> _What this task involves_: Go line by line through the data and copy those with the word "ranked".

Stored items
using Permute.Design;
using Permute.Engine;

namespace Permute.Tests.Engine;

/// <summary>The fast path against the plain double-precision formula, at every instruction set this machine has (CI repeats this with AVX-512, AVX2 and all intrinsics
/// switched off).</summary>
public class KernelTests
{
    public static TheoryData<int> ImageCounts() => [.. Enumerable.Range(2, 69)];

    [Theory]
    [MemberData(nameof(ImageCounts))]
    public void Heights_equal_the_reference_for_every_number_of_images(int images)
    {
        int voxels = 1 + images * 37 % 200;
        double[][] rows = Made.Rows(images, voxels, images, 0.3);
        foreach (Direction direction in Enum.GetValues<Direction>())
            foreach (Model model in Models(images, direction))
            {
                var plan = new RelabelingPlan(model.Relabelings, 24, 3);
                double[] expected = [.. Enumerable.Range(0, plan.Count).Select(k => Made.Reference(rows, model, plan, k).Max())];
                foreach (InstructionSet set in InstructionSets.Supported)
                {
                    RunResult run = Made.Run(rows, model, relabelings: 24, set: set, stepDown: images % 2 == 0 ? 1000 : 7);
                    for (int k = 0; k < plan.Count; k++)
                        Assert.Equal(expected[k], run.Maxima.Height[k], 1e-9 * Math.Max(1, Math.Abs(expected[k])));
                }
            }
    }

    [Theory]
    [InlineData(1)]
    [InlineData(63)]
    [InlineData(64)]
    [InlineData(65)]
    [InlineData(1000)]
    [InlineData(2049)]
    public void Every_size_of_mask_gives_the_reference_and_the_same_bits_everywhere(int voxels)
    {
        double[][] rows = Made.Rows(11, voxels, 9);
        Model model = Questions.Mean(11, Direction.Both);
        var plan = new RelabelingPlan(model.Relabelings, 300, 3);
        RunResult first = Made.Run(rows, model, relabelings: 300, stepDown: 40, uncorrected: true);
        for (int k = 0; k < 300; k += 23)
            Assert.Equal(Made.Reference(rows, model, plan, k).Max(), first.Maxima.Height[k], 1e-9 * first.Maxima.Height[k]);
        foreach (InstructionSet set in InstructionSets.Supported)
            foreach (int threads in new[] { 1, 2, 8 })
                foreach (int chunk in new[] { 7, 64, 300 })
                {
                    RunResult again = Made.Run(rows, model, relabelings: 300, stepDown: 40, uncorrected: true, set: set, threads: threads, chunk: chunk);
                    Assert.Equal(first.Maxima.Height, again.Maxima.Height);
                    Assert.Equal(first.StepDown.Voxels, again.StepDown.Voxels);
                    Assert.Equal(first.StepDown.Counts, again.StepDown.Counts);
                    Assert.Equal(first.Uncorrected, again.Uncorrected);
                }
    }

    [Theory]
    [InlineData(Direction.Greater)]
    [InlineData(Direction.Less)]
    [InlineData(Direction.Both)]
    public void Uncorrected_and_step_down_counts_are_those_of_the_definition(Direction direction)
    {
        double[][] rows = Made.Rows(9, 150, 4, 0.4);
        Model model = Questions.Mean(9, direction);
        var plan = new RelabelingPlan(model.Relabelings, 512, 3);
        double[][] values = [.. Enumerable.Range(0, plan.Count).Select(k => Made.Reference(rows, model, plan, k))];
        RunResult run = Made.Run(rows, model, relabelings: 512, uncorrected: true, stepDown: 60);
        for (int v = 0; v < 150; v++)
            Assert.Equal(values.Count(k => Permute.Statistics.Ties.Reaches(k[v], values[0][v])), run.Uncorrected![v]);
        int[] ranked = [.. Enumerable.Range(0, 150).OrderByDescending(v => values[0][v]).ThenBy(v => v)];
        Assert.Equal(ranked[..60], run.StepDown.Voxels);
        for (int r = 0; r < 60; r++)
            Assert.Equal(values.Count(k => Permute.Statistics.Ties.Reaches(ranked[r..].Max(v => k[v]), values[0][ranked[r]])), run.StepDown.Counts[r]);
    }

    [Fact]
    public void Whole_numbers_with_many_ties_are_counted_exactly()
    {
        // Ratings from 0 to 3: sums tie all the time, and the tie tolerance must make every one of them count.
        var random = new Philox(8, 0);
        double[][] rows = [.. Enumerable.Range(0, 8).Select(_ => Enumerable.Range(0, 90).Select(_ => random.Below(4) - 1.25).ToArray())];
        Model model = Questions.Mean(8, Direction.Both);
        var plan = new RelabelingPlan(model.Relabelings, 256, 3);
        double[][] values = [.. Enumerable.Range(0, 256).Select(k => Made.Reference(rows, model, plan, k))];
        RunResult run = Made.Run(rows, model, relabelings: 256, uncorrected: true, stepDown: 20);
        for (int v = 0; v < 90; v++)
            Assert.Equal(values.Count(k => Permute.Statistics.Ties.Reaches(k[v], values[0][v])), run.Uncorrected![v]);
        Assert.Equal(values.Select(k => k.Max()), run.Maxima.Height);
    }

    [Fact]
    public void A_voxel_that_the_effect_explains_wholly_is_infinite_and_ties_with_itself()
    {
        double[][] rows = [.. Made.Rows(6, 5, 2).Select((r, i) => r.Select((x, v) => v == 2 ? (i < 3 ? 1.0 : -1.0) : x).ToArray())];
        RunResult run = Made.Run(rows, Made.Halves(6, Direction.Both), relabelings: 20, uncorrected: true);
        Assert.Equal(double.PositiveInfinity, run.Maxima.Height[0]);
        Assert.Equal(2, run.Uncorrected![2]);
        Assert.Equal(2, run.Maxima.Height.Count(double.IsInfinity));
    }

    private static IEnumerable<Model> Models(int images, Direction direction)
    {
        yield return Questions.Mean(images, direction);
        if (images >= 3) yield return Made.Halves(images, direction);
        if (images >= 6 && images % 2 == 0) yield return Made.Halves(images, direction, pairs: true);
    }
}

> _Exercise answer_:
        int[] ranked = [.. Enumerable.Range(0, 150).OrderByDescending(v => values[0][v]).ThenBy(v => v)];
        Assert.Equal(ranked[..60], run.StepDown.Voxels);
            Assert.Equal(values.Count(k => Permute.Statistics.Ties.Reaches(ranked[r..].Max(v => k[v]), values[0][ranked[r]])), run.StepDown.Counts[r]);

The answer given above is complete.